4. Student rarely listens and often “plays” with the manipulatives instead of using them as instructed.

Mathematical Concepts:

1. Explanation shows complete understanding of the mathematical concepts used to solve the problem(s).
2. Explanation shows substantial understanding of the mathematical concepts used to solve the problem(s).
3. Explanation shows some understanding of the mathematical concepts needed to solve the problem(s).
4. Explanation shows very limited understanding of the underlying concepts needed to solve the problem(s) OR is not written.

Mathematical Reasoning:

1. Uses complex and refined mathematical reasoning.
2. Uses effective mathematical reasoning.
3. Some evidence of mathematical reasoning.
4. Little evidence of mathematical reasoning.

Strategy/Procedures:

1. Typically, uses an efficient and effective strategy to solve the problem(s).
2. Typically, uses an effective strategy to solve the problem(s).
3. Sometimes uses an effective strategy to solve problems, but does not do it consistently.
4. Rarely uses an effective strategy to solve problems.
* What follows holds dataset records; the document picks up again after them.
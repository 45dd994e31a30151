import { Router } from 'express';
import { subject } from '../../../shared/permissions/ability.ts';
import type { Today } from '../../../shared/schemas/today.ts';
import { canAll } from '../../lib/authz.ts';
import type { Deps } from '../../lib/deps.ts';
import { requireUser, userOf } from '../../middleware/authenticate.ts';
import { memberBalance } from '../billing/invoices.service.ts';
import { billingSummary } from '../billing/reports.service.ts';
import { listMaintenance } from '../equipment/inspections.service.ts';
import { coopToday, getBillingProfile } from '../settings/settings.service.ts';
import { cellarSection, memberSection } from './today.service.ts';

/** `GET /api/today`: one request for the Today screen; each section only for those whose abilities cover it. */
export function todayRoutes({ db, clock }: Deps): Router {
  const router = Router();
  router.use(requireUser);
  router.get('/', async (req, res) => {
    const user = userOf(req);
    const ability = req.ability;
    const now = clock.now();
    const out: Today = { generatedAt: now.toISOString() };
    const tasks: Promise<void>[] = [];

    if (user.roles.includes('member')) {
      tasks.push(
        (async () => {
          const section = await memberSection(db, user.id, now);
          let balance = null;
          if (ability.can('read', subject('Invoice', { memberId: user.id }))) {
            const [{ today }, profile] = await Promise.all([coopToday(db, now), getBillingProfile(db)]);
            balance = await memberBalance(db, user.id, today, profile.currency);
          }
          out.member = { ...section, balance };
        })(),
      );
    }
    if (ability.can('create', 'SanitationCycle')) {
      tasks.push(
        Promise.all([
          cellarSection(db, now, ability.can('readOwner', 'Keg')),
          listMaintenance(db, { page: 1, pageSize: 10, sort: 'dueAt', order: 'asc', q: undefined }, now),
        ]).then(([s, due]) => {
          out.cellar = { ...s, inspectionsDue: { total: due.total, items: due.items } };
        }),
      );
    }
    if (canAll(ability, 'read', 'Invoice')) {
      tasks.push(
        billingSummary(db, now).then((s) => {
          out.money = {
            currency: s.currency,
            unpaid: s.unpaid,
            overdue: s.overdue,
            drafts: s.drafts,
            ageing: s.ageing,
            lastRun: s.lastRun,
            suggestedPeriod: s.suggestedPeriod,
          };
        }),
      );
    }
    await Promise.all(tasks);
    res.json(out);
  });
  return router;
}
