import type { UnitSystem } from '../../shared/schemas/user.ts';

/**
 * Display units. The API always speaks litres, °C and kPa gauge; a person's preference
 * (`metric`: L, °C, bar · `us`: gal, °F, psi) only changes what is shown and typed.
 */
export type { UnitSystem };

export const litresPerUsGallon = 3.785411784; // 231 in³, exact
export const kPaPerPsi = 6.894757293168361; // lbf/in², exact from the pound-force and the inch
export const kPaPerBar = 100;

export const metresPerFoot = 0.3048; // international foot, exact
export const millimetresPerInch = 25.4; // international inch, exact
export const kilogramsPerPound = 0.45359237; // international avoirdupois pound, exact

export const litresToGallons = (litres: number) => litres / litresPerUsGallon;
export const gallonsToLitres = (gallons: number) => gallons * litresPerUsGallon;
export const celsiusToFahrenheit = (celsius: number) => celsius * 1.8 + 32;
export const fahrenheitToCelsius = (fahrenheit: number) => (fahrenheit - 32) / 1.8;
export const kPaToPsi = (kPa: number) => kPa / kPaPerPsi;
export const psiToKPa = (psi: number) => psi * kPaPerPsi;
export const kPaToBar = (kPa: number) => kPa / kPaPerBar;
export const barToKPa = (bar: number) => bar * kPaPerBar;

export const unitLabels = {
  metric: { volume: 'L', temperature: '°C', pressure: 'bar', length: 'm', smallLength: 'mm', mass: 'kg' },
  us: { volume: 'gal', temperature: '°F', pressure: 'psi', length: 'ft', smallLength: 'in', mass: 'lb' },
} as const satisfies Record<UnitSystem, { volume: string; temperature: string; pressure: string; length: string; smallLength: string; mass: string }>;

/** API value → the number shown in the person's units. */
export const toDisplay = {
  volume: (litres: number, units: UnitSystem) => (units === 'us' ? litresToGallons(litres) : litres),
  temperature: (celsius: number, units: UnitSystem) => (units === 'us' ? celsiusToFahrenheit(celsius) : celsius),
  pressure: (kPa: number, units: UnitSystem) => (units === 'us' ? kPaToPsi(kPa) : kPaToBar(kPa)),
  /** Metres → m or ft (line lengths, rises). */
  length: (metres: number, units: UnitSystem) => (units === 'us' ? metres / metresPerFoot : metres),
  /** Millimetres → mm or in (a line's inside diameter). */
  smallLength: (mm: number, units: UnitSystem) => (units === 'us' ? mm / millimetresPerInch : mm),
  /** Kilograms → kg or lb (a CO2 cylinder's size). */
  mass: (kg: number, units: UnitSystem) => (units === 'us' ? kg / kilogramsPerPound : kg),
};

/** A number typed in the person's units → the API value (L, °C, kPa gauge). */
export const fromDisplay = {
  volume: (value: number, units: UnitSystem) => (units === 'us' ? gallonsToLitres(value) : value),
  temperature: (value: number, units: UnitSystem) => (units === 'us' ? fahrenheitToCelsius(value) : value),
  pressure: (value: number, units: UnitSystem) => (units === 'us' ? psiToKPa(value) : barToKPa(value)),
  length: (value: number, units: UnitSystem) => (units === 'us' ? value * metresPerFoot : value),
  smallLength: (value: number, units: UnitSystem) => (units === 'us' ? value * millimetresPerInch : value),
  mass: (value: number, units: UnitSystem) => (units === 'us' ? value * kilogramsPerPound : value),
};

const numberFormats = new Map<string, Intl.NumberFormat>();
function formatNumber(value: number, digits: number): string {
  const key = String(digits);
  let format = numberFormats.get(key);
  if (!format) {
    format = new Intl.NumberFormat(undefined, { minimumFractionDigits: digits, maximumFractionDigits: digits });
    numberFormats.set(key, format);
  }
  return format.format(value);
}

type Amount = number | null | undefined;
const missing = '—';
const isNumber = (value: Amount): value is number => typeof value === 'number' && Number.isFinite(value);

export interface FormatOptions {
  /** Decimal places; each quantity has a sensible default per unit system. */
  digits?: number;
}

export function formatVolume(litres: Amount, units: UnitSystem, options: FormatOptions = {}): string {
  if (!isNumber(litres)) return missing;
  const digits = options.digits ?? (units === 'us' ? 2 : 1);
  return `${formatNumber(toDisplay.volume(litres, units), digits)} ${unitLabels[units].volume}`;
}

export function formatTemperature(celsius: Amount, units: UnitSystem, options: FormatOptions = {}): string {
  if (!isNumber(celsius)) return missing;
  return `${formatNumber(toDisplay.temperature(celsius, units), options.digits ?? 1)} ${unitLabels[units].temperature}`;
}

/** Gauge pressure in bar (metric) or psi (US). */
export function formatPressure(kPa: Amount, units: UnitSystem, options: FormatOptions = {}): string {
  if (!isNumber(kPa)) return missing;
  const digits = options.digits ?? (units === 'us' ? 1 : 2);
  return `${formatNumber(toDisplay.pressure(kPa, units), digits)} ${unitLabels[units].pressure}`;
}

/** Gauge pressure in kPa, for people who set regulators in kPa whatever their preference. */
export function formatKPa(kPa: Amount, options: FormatOptions = {}): string {
  if (!isNumber(kPa)) return missing;
  return `${formatNumber(kPa, options.digits ?? 0)} kPa`;
}

/** The format helpers bound to one person's preference. */
export function unitFormatter(units: UnitSystem) {
  return {
    units,
    labels: unitLabels[units],
    volume: (litres: Amount, options?: FormatOptions) => formatVolume(litres, units, options),
    temperature: (celsius: Amount, options?: FormatOptions) => formatTemperature(celsius, units, options),
    pressure: (kPa: Amount, options?: FormatOptions) => formatPressure(kPa, units, options),
  };
}
export type UnitFormatter = ReturnType<typeof unitFormatter>;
1. Explanation is detailed and clear.
2. Explanation is clear.
3. Explanation is a little difficult to understand, but includes critical components.
4. Explanation is difficult to understand and is missing several components OR was not included.

Supplemental information

Comments

This plan was adapted from a series of activities, lessons, and discussions from Project Interactivate which is a part of www.shodor.org.